# Technique for grey stain on maple



## was2ndlast (Apr 11, 2014)

Hey gents. Building a desk from wormy maple. Going for a weathered grey finish. Sanded to 180 grit, no sealer conditioner but I would like more grey. It's blotchy of course but I was testing to see absorption first. I'm using varathane weather grey stain. Pics of my sample as well as raw wood. Will pre conditioning increase absorption? I thought it would actually do the opposite. Any help would be greatly appreciated. It's a big desk too so lots of surface to cover.


----------



## Steve Neul (Sep 2, 2011)

A pre-conditioner will reduce absorption. Conditioners are sealers which seal the wood so stains don't go blotchy. I don't have any experience with the stain you are using. I would probably mix some gray latex paint and use that for stain. Possibly depending on the color you want use a darker dye with the paint to bring out the grain.


----------



## was2ndlast (Apr 11, 2014)

Yup....I'm going to spray GF's milk paint. I'll layer light over dark and sand lightly. Top coat with wb lacquer. Sound ok Steve?


----------



## Steve Neul (Sep 2, 2011)

As long as you use the milk paint for stain and not build any real volume on the surface you should be able to use the wb lacquer over the top.


----------



## RandyReed (Jul 30, 2014)

was2ndlast said:


> Hey gents. Building a desk from wormy maple. Going for a weathered grey finish. Sanded to 180 grit, no sealer conditioner but I would like more grey. It's blotchy of course but I was testing to see absorption first. I'm using varathane weather grey stain. Pics of my sample as well as raw wood. Will pre conditioning increase absorption? I thought it would actually do the opposite. Any help would be greatly appreciated. It's a big desk too so lots of surface to cover.

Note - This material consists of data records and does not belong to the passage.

// Snapshot returns the robot's complete state as bytes. RestoreSnapshot
// with the same configuration gives a robot that goes on exactly as this one
// would, bit for bit: the service writes snapshots into the journal so that
// a restart replays only what came after the last one.
func (r *Robot) Snapshot() ([]byte, error) {
	var e wenc
	e.uint(1, SnapshotVersion)
	st := r.f.State()
	e.message(2, func(e *wenc) { encState(e, &st) })
	e.bool(3, r.ready)
	e.bool(4, r.started)
	e.message(5, func(e *wenc) { encCheckpoint(e, &r.base) })
	e.int(6, r.baseT)
	e.int(7, r.newest)
	for i := range r.live() {
		e.message(8, func(e *wenc) { r.encEntry(e, &r.live()[i]) })
	}
	for i := range r.held {
		e.message(9, func(e *wenc) { r.encEntry(e, &r.held[i]) })
	}
	e.ints(10, r.lastCounts)
	if r.lastIMU != nil {
		e.double(11, *r.lastIMU)
	}
	e.uint(12, r.seq)
	e.message(13, func(e *wenc) { encCounts(e, &r.stats.odo) })
	e.message(14, func(e *wenc) { encCounts(e, &r.stats.meas) })
	for i := range r.stats.sensors {
		e.message(15, func(e *wenc) { encSensor(e, &r.stats.sensors[i]) })
	}
	e.uint(16, r.stats.slips)
	e.uint(17, r.stats.gaps)
	e.uint(18, r.stats.recoveries)
	e.uint(19, uint64(r.trust.reasons))
	e.int(20, int64(r.trust.refusedRun))
	e.bool(21, r.trust.fault)
	if r.trust.fixes.nis != nil {
		e.message(22, func(e *wenc) { encWindow(e, &r.trust.fixes) })
	}
	if r.trust.imu.nis != nil {
		e.message(23, func(e *wenc) { encWindow(e, &r.trust.imu) })
	}
	for i := range r.cands {
		e.message(24, func(e *wenc) { encCandidate(e, &r.cands[i]) })
	}
	e.bool(25, r.trust.disagree)
	if a := &r.slip.anchor; a.set {
		e.int(26, a.stamp)
		e.double(27, a.heading)
		e.double(28, a.varRad2)
	}
	e.double(29, r.slip.factor)
	e.double(30, r.slip.turnSum)
	e.double(31, r.slip.varSum)
	if r.trust.bias.score != nil {
		e.message(32, func(e *wenc) { encBias(e, &r.trust.bias) })
	}
	e.uint(33, r.run)
	e.string(34, r.bootID)
	e.int(35, r.scrub.block)
	e.double(36, r.scrub.sum)
	e.double(37, r.scrub.peak)
	if len(r.lmAt) > 0 {
		e.message(38, func(e *wenc) { encTable(e, &r.lm) })
	}
	e.ints(39, r.jumpCounts)
	if a := &r.slip.long; a.set {
		e.int(40, a.stamp)
		e.double(41, a.heading)
		e.double(42, a.varRad2)
	}
	if r.trust.frozen {
		e.double(43, r.trust.frozenZ)
	}
	if r.trust.unconfirmed {
		// Absent otherwise, as in snapshots before version 15.
		e.bool(44, true)
	}
	if r.trust.held {
		// Absent otherwise, as in snapshots before version 16; present
		// with key 0 for a reseed at a fix that named no marker.
		e.uint(45, uint64(r.trust.heldMarker))
	}
	if len(r.marks) > 0 {
		// Absent otherwise, as in snapshots before version 21.
		e.message(46, func(e *wenc) { encMarks(e, &r.marks) })
	}
	return e.b, nil
}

Pre conditioner will not increase absorption. 

I would do a test piece with and without a pre conditioner and see which one you like the best. Just remember to scuff sand the dried pre conditioner lightly with 320 before applying the stain.

Remember that whatever you use to make sure that the stain is completely dry before applying the wb topcoat.


----------



## CNYWOODS (Apr 22, 2012)

Another option would be to use bin shellac primer... Have them tint it at the counter or tint yourself. Then topcoat with your wb finish. Sands easy.. Bit cheaper.. No grain raising.


----------



## was2ndlast (Apr 11, 2014)

Thanks for the suggestions. Unfortunately I'm going with milk paint. Miscommunication on the finish with my wife Jen led me to use wormy maple...I don't like it very much. It's so inconsistent with hard parts and really brittle parts...I had some boards Crack right in have after my glue up and tear out on the planer was near impossible to avoid. Ah well...all part of my educational journey.


----------



## Quickstep (Apr 10, 2012)

Man, I love the crazy grain in those boards - hate to see it covered up.


----------



## RandyReed (Jul 30, 2014)

Quickstep said:


> Man, I love the crazy grain in those boards - hate to see it covered up.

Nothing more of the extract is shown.